Stargazer111 Posted August 6, 2013 Posted August 6, 2013 We've probably all had someone fade out of our love life before. But do you just let the person fade away in peace? Or does the rudeness of this behavior warrant telling the fader off? If things have gone beyond a few dates or have gotten physical, but one side loses interest, I think a "sorry I'm not interested anymore" is deserved especially if the other side is actively trying to take things further. Even if it's a 5 second text, it let's the other person know what's going on instead of sitting there wondering. Ignoring until they get the hint is not only hurtful, it's just plain rude. But here's the thing. I simply can't help mouthing off when someone does it to me! Not like an angry "f*** you, you a-hole" but when it's clear they're pulling the fade out, I can't stop myself from at least a "I know what you're doing, I really would've appreciated the courtesy of a straight-up answer instead of being strung along until I get your unspoken message." What do you think? Do I need to just let it go when it happens again? Feels good to tell the person off though. 1
SadHumiliated Posted August 6, 2013 Posted August 6, 2013 We've probably all had someone fade out of our love life before. But do you just let the person fade away in peace? Or does the rudeness of this behavior warrant telling the fader off? If things have gone beyond a few dates or have gotten physical, but one side loses interest, I think a "sorry I'm not interested anymore" is deserved especially if the other side is actively trying to take things further. Even if it's a 5 second text, it let's the other person know what's going on instead of sitting there wondering. Ignoring until they get the hint is not only hurtful, it's just plain rude. But here's the thing. I simply can't help mouthing off when someone does it to me! Not like an angry "f*** you, you a-hole" but when it's clear they're pulling the fade out, I can't stop myself from at least a "I know what you're doing, I really would've appreciated the courtesy of a straight-up answer instead of being strung along until I get your unspoken message." What do you think? Do I need to just let it go when it happens again? Feels good to tell the person off though. I'm with you in that the slow fade is one of the rudest if not the most immature ways to break-up with someone and telling them off would probably feel really good in the short run. The truth is, someone who has the guts to pull that on another human being isn't really going to care what you have to say, positive or negative anyways. They have zero respect for you to begin with. Just let it be...it's a total and complete waste of time to call them out. The thing I've noticed is people who pull that have very very deep issues that usually keep them from having a real, true fulfilling relationship with anyone to begin with. Pity them and make sure to never let them into your life again. 1
Carenth Posted August 6, 2013 Posted August 6, 2013 Nope I wouldn't send anything. I've have had this happen a few times. I just left them be and moved on with my life they aren't worth the time. I've had a few of them try to reconnect with me down the track, to which I gave them the same treatment they gave me and ignored them. 2
Author Stargazer111 Posted August 6, 2013 Author Posted August 6, 2013 Hmm, maybe I have an issue with wanting to tell people off in general... I'm a pretty passive guy, except when I get offended. You'll know if I get offended. And I feel good about it! You know, give them an uncomfortable moment for being too cowardly to give you the respect of an uncomfortable but straight-forward talk.

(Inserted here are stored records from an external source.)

def _check_inputs(sources: gpd.GeoDataFrame, slab: Polygon, unit: str, level_id: str) -> None:
    if unit not in LENGTH_TO_M or unit in ("mm", "cm", "in"):
        raise RepairError(f"level {level_id}: plan unit {unit!r} is not a plan length unit; "
                          "use 'm' or 'ft'")
    if not isinstance(slab, Polygon) or slab.is_empty or slab.area <= 0:
        raise RepairError(f"level {level_id}: the slab outline must be one polygon with area; "
                          f"got {getattr(slab, 'geom_type', type(slab).__name__)}")
    if not slab.is_valid:
        raise RepairError(f"level {level_id}: the slab outline is invalid "
                          f"({shapely.is_valid_reason(slab)}); redraw it")
    if not isinstance(sources, gpd.GeoDataFrame):
        raise RepairError(f"level {level_id}: repair sources must be a GeoDataFrame")
    missing = [c for c in ("source_id", "kind") if c not in sources.columns]
    if missing:
        raise RepairError(f"level {level_id}: repair sources lack column(s) {missing}; "
                          "give 'source_id' and 'kind'")
    bad = sorted(set(map(str, sources["kind"])) - set(_SOURCE_KINDS))
    if bad:
        raise RepairError(f"level {level_id}: unknown source kind(s) {bad}; expected one of "
                          f"{list(_SOURCE_KINDS)}")
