"""The site-file schema: every key declared once, and the frozen dataclasses it fills.

Each key of the site file is declared once, on the dataclass field it fills (or, for the
tables held as plain dicts, in a tuple of :class:`Key`): its table, name, type, default as a
site file would write it, the unit it is held in, its allowed values or range and one line
of help.  From that declaration come the dataclass defaults, the reader's allowed keys,
defaults and range checks (:mod:`geo_corrosion.stages.read_site`, which adds the checks that
need the registries), the key tables of ``docs/site-file.md`` (:func:`schema_markdown`) and
the ``geo-corrosion init`` template (:func:`site_template`).  ``python -m geo_corrosion.config``
rewrites both; ``--check`` only says whether they are stale.

Lengths carry their unit in the field name (``_m``, ``_mm``).
"""

from __future__ import annotations

import builtins
import copy
import dataclasses
import difflib
import json
import math
import re
import sys
from collections.abc import Mapping, Sequence
from dataclasses import dataclass, field
from functools import partial
from pathlib import Path
from typing import Any, Literal, get_args

import pyproj

from geo_corrosion.errors import RepairError, SiteFileError
from geo_corrosion.units import LENGTH_TO_M, UnitSystem, parse_area, parse_length

__all__ = [
    "LayerRef",
    "OverlayRef",
    "JointRef",
    "GroundConnection",
    "ControlPoint",
    "GridConfig",
    "LevelConfig",
    "SurveyConfig",
    "QuantitiesConfig",
    "RunParams",
    "LayoutParams",
    "SiteConfig",
    "ProjectConfig",
    "COORDS",
    "ID_ALLOWED",
    "ID_MAX",
    "ID_PATTERN",
    "MAX_INPUT_BYTES",
    "OVERLAY_KINDS",
    "JOINT_TYPES",
    "BREAKING_JOINT_TYPES",
    "VARIOGRAM_MODELS",
    "REQUIRED",
    "DERIVED",
    "Key",
    "TableSpec",
    "TABLES",
    "TOP",
    "keys_of",
    "schema_markdown",
    "render_docs",
    "site_template",
    "main",
]

COORDS = ("local", "site")
OVERLAY_KINDS = ("delamination", "spall", "patch", "crack", "soffit_delamination")
VARIOGRAM_MODELS = ("auto", "spherical", "exponential", "gaussian", "matern")
#: Kinds of joint line.  Expansion and isolation joints separate two members and their
#: reinforcing mats (no bar crosses them); construction and control (contraction) joints
#: normally carry continuous or tied bars [ACI-224.3R-95, from memory].
JOINT_TYPES = ("expansion", "isolation", "construction", "control")
#: The joint types that break the electrical continuity of the reinforcement by default: a
#: half-cell survey needs a connection to the mat on each side (common practice)
#: [ACI-222R-19, from memory; ASTM-C876-22a].
BREAKING_JOINT_TYPES = ("expansion", "isolation")
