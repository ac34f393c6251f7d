"""Load ``.ci/compare_runs.py`` (a script, not a module of the package) for the tests."""

from __future__ import annotations

import importlib.util
import sys
from pathlib import Path
from types import ModuleType

SCRIPT = Path(__file__).resolve().parents[1] / ".ci" / "compare_runs.py"


def load_compare_runs() -> ModuleType:
    """Execute ``.ci/compare_runs.py`` and return it as the module ``compare_runs``."""
    spec = importlib.util.spec_from_file_location("compare_runs", SCRIPT)
    assert spec is not None and spec.loader is not None
    module = importlib.util.module_from_spec(spec)
    sys.modules["compare_runs"] = module  # dataclasses look their module up there
    spec.loader.exec_module(module)
    return module
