def write_runs_to_postgis(
    run_dirs: str | Path | Iterable[str | Path],
    dsn: str | None = None,
    *,
    site_ids: Sequence[str] | None = None,
    connect_timeout: int = 10,
    progress: Callable[[str], None] | None = None,
) -> list[PublishedRun]:
    """Write every layer of one or many run folders to PostgreSQL/PostGIS.

    Each run goes to the schema of its site (:func:`schema_name`), in its own transaction:
    a run published again replaces its previous export as a whole, and a failure leaves
    the previous export of that site as it was.  All folders are read and checked before
    the database is touched.

    Parameters
    ----------
    run_dirs : path or iterable of paths
        Output folders of ``geo-corrosion run``, a portfolio's ``sites/<id>/``, or a
        portfolio's output folder (all its finished sites, :func:`expand_run_dirs`).
    dsn : str, optional
        libpq connection string or URI; default the ``GEO_CORROSION_DSN`` variable.
    site_ids : sequence of str, optional
        One id per run folder; default run.json's ``site.id``, else ``<id>`` of a
        portfolio's ``sites/<id>/``, else the site folder's name.
    connect_timeout : int
        Seconds.
    progress : callable, optional
        Called with one line per run published.

    Returns
    -------
    list of PublishedRun

    Raises
    ------
    ExportError
        A folder that cannot be read, two folders of one site, no connection, no PostGIS,
        no permission, or a failed write (named, with the DSN without its password; the
        runs published before it stay published, each whole).
    """
    dirs = expand_run_dirs([run_dirs] if isinstance(run_dirs, str | os.PathLike) else
                           run_dirs, progress)
    if site_ids is not None and len(site_ids) != len(dirs):
        raise ExportError(f"{len(site_ids)} site ids for {len(dirs)} run folders; give one "
                          "per folder or none")
    dsn = dsn or os.environ.get(DSN_ENV)
    if not dsn:
        raise ExportError(f"no database given: pass a DSN (--dsn postgresql://user@host/db) "
                          f"or set {DSN_ENV}")
    check_dsn(dsn)
    runs = [read_run_folder(d, site_id=site_ids[i] if site_ids else None)
            for i, d in enumerate(dirs)]
    by_schema: dict[str, Path] = {}
    for r in runs:
        if r.schema in by_schema:
            raise ExportError(f"{by_schema[r.schema]} and {r.run_dir} would both be published "
                              f"as schema {r.schema!r}; give each its own site id")
        by_schema[r.schema] = r.run_dir
    return _publish_all(runs, dsn, connect_timeout=connect_timeout, progress=progress)


def _publish_all(runs: Sequence[_Run], dsn: str, *, connect_timeout: int,
                 progress: Callable[[str], None] | None) -> list[PublishedRun]:
    import psycopg

    where = safe_dsn(dsn)
    done: list[PublishedRun] = []
    conn = connect(dsn, connect_timeout=connect_timeout)
    try:
        for run in runs:
            try:
                done.append(_publish(conn, run))
            except (psycopg.Error, ExportError, OSError) as err:
                raise ExportError(_failure(err, run, where, dsn, done)) from None
            if progress:
                pub = done[-1]
                progress(f"published {run.run_dir} as schema {pub.schema!r} at {where}: "
                         f"{len(pub.tables)} tables, {sum(pub.tables.values())} rows")
    finally:
        conn.close()
    return done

strawberryjam Posted August 16, 2013 Posted August 16, 2013 This is something I've been thinking about as well. I suspect someone is pulling a "slow fade" on me, part of how I came across this post. I agree with you that it is rude and hurtful,especially if you've been intimate.. I'm just deciding now if I want to eventually say something to them about or let it go..
tbf Posted August 16, 2013 Posted August 16, 2013 It depends on how close you've gotten. In the first few dates, not worth the effort. But once serious emotions have entered, particularly after you've traded ILYs and sex, fading is a serious jack ass and cowardly move. If it's the latter situation, go ahead, rip them a new one if it helps get over them.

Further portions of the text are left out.